■ How to complete this task ■
Show all the lines in the data below that include the word "async".

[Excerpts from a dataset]
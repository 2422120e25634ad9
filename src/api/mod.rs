//! The HTTP API: routes, request and response shapes, and errors as problem details.
//!
//! Only this module knows JSON shapes and status codes. Handlers validate through `schema`,
//! score through the `registry`, and write through `store` (blocking calls on the blocking
//! pool); they hold no state of their own.

mod control;
mod json;
mod labels;
pub mod problem;
mod scoring;
mod watching;

use std::sync::Arc;

use axum::extract::DefaultBodyLimit;
use axum::http::Method;
use axum::routing::{get, post, MethodRouter};
use axum::Router;
use tower_http::trace::TraceLayer;

use crate::app::Service;

/// Largest request body accepted (a full batch of scores or examples fits well inside).
pub const BODY_LIMIT_BYTES: usize = 16 * 1024 * 1024;

type Handler = MethodRouter<Arc<Service>>;

/// Every route: method, path (in OpenAPI's `{param}` form) and handler. The router and the
/// contract test are both built from this one table.
pub fn routes() -> Vec<(Method, &'static str, Handler)> {
    vec![
        (Method::POST, "/v1/score", post(scoring::score)),
        (Method::POST, "/v1/score/batch", post(scoring::score_batch)),
        (Method::POST, "/v1/outcomes", post(labels::outcome)),
        (Method::POST, "/v1/examples", post(labels::examples)),
        (Method::GET, "/v1/promotions", get(control::promotions)),
        (Method::GET, "/v1/models", get(control::models)),
        (Method::GET, "/v1/models/{id}", get(control::model)),
        (Method::POST, "/v1/retrain", post(control::retrain)),
        (Method::GET, "/v1/runs/{id}", get(control::run)),
        (Method::POST, "/v1/rollback", post(control::rollback)),
        (Method::GET, "/v1/candidate", get(watching::candidate)),
        (Method::GET, "/v1/drift", get(watching::drift)),
        (Method::GET, "/healthz", get(control::healthz)),
        (Method::GET, "/readyz", get(control::readyz)),
    ]
}

/// Runs a blocking store call on the blocking pool and turns its error into a problem.
async fn blocking<T: Send + 'static>(
    f: impl FnOnce() -> Result<T, crate::store::StoreError> + Send + 'static,
) -> Result<T, problem::Problem> {
    match tokio::task::spawn_blocking(f).await {
        Ok(result) => result.map_err(problem::Problem::from),
        Err(e) => Err(problem::Problem::internal(e)),
    }
}

/// The application router over a running [`Service`].
pub fn router(service: Arc<Service>) -> Router {
    let mut router = Router::new();
    for (_, path, handler) in routes() {
        router = router.route(path, handler);
    }
    router
        .fallback(|| async { problem::Problem::not_found("no such route; see openapi.yaml") })
        .layer(DefaultBodyLimit::max(BODY_LIMIT_BYTES))
        .layer(TraceLayer::new_for_http())
        .with_state(service)
}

■ Expected answer ■
async fn blocking<T: Send + 'static>(
        .fallback(|| async { problem::Problem::not_found("no such route; see openapi.yaml") })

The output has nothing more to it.